##### PROVIDED RECORDS
func TestRegressionRows(t *testing.T) {
	v := newReferenceSite(t).visitor()
	a := v.get("/regression.csv?model=linear:valley_slope&model=linear:coriolis&resamples=199&permutations=99&slope_max=0.1")
	a.is(http.StatusOK)
	rows, err := csv.NewReader(strings.NewReader(a.body)).ReadAll()
	if err != nil {
		t.Fatal(err)
	}
	head := rows[0]
	col := func(name string) int {
		i := slices.Index(head, name)
		if i < 0 {
			t.Fatalf("no column %q in %v", name, head)
		}
		return i
	}
	if len(rows) != 49 {
		t.Fatalf("%d rows with the header, want 49", len(rows))
	}
	for _, r := range rows[1:] {
		if r[col("kept")] != "yes" || r[col("why_dropped")] != "" || r[col("cluster")] == "" || r[col("source")] != "Reference rows" {
			t.Fatalf("row %v", r)
		}
		lat, _ := strconv.ParseFloat(r[col("latitude_deg")], 64)
		f, _ := strconv.ParseFloat(r[col("coriolis")], 64)
		// f = 2 Omega sin(lat), Omega = 7.292115e-5 rad/s, in 1e-4 s-1.
		near(t, "coriolis", f, 2*0.7292115*math.Abs(math.Sin(lat*math.Pi/180)), 1e-9)
	}
}

func TestRegressionBadInput(t *testing.T) {
	v := newReferenceSite(t).visitor()
	for _, c := range []struct{ query, names string }{
		{"model=cubic:coriolis", "cubic:coriolis"},
		{"model=linear", "FORM:PREDICTOR"},
		{"model=linear:depth_of_thought", "abs_latitude"},
		{"modle=linear:coriolis", "modle"},
		{"response=huge", "standardised_peak"},
		{"scale=log", "ln_excess"},
		{"cluster=fan", "parent_deposit"},
		{"interval=wide", "studentised"},
		{"level=1", "0.999"},
		{"level=NaN", "level"},
		{"resamples=1000000", "100000"},
		{"resamples=98", "99"},
		{"permutations=0", "permutations"},
		{"seed=-1", "seed"},
		{"seed=1&seed=2", "seed"},
		{"k=0", "k"},
		{"time=then", "of_deposition"},
		{"pick=worst", "best"},
		{"measurement_error=maybe", "yes"},
		{"thin_straight=2", "thin_straight"},
		{"group=age", "group"},
		{"joint=valley_slope,colour", "colour"},
		{"joint=valley_slope,feeder&interaction=feeder,grain", "interaction"},
		{"model=power:valley_slope&scale=ln", "scale"},
		{"lat_min=91", "lat_min"},
		{"kind=canal", "canal"},
	} {
		for _, path := range []string{"/regression.json?", "/regression?", "/regression.csv?"} {
			a := v.get(path + c.query)
			if a.status != http.StatusBadRequest {
				t.Errorf("%s%s: status %d, want 400\n%.300s", path, c.query, a.status, a.body)
				continue
			}
			if !strings.Contains(a.body, c.names) {
				t.Errorf("%s%s: the answer does not name %q:\n%.600s", path, c.query, c.names, a.text())
			}
			if path != "/regression?" {
				wholeProblem(t, a)
			}
		}
	}
	a := v.get("/regression.json?scale=log")
	if ct := a.header.Get("Content-Type"); ct != "application/problem+json" {
		t.Errorf("content type of a refusal %q", ct)
	}
}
##########
» **EXERCISE DIRECTIONS**
From the top of the material above, print every line exactly, ending with the line that holds "for _, r := range".

» **SOLUTION TO THIS EXERCISE**
func TestRegressionRows(t *testing.T) {
	v := newReferenceSite(t).visitor()
	a := v.get("/regression.csv?model=linear:valley_slope&model=linear:coriolis&resamples=199&permutations=99&slope_max=0.1")
	a.is(http.StatusOK)
	rows, err := csv.NewReader(strings.NewReader(a.body)).ReadAll()
	if err != nil {
		t.Fatal(err)
	}
	head := rows[0]
	col := func(name string) int {
		i := slices.Index(head, name)
		if i < 0 {
			t.Fatalf("no column %q in %v", name, head)
		}
		return i
	}
	if len(rows) != 49 {
		t.Fatalf("%d rows with the header, want 49", len(rows))
	}
	for _, r := range rows[1:] {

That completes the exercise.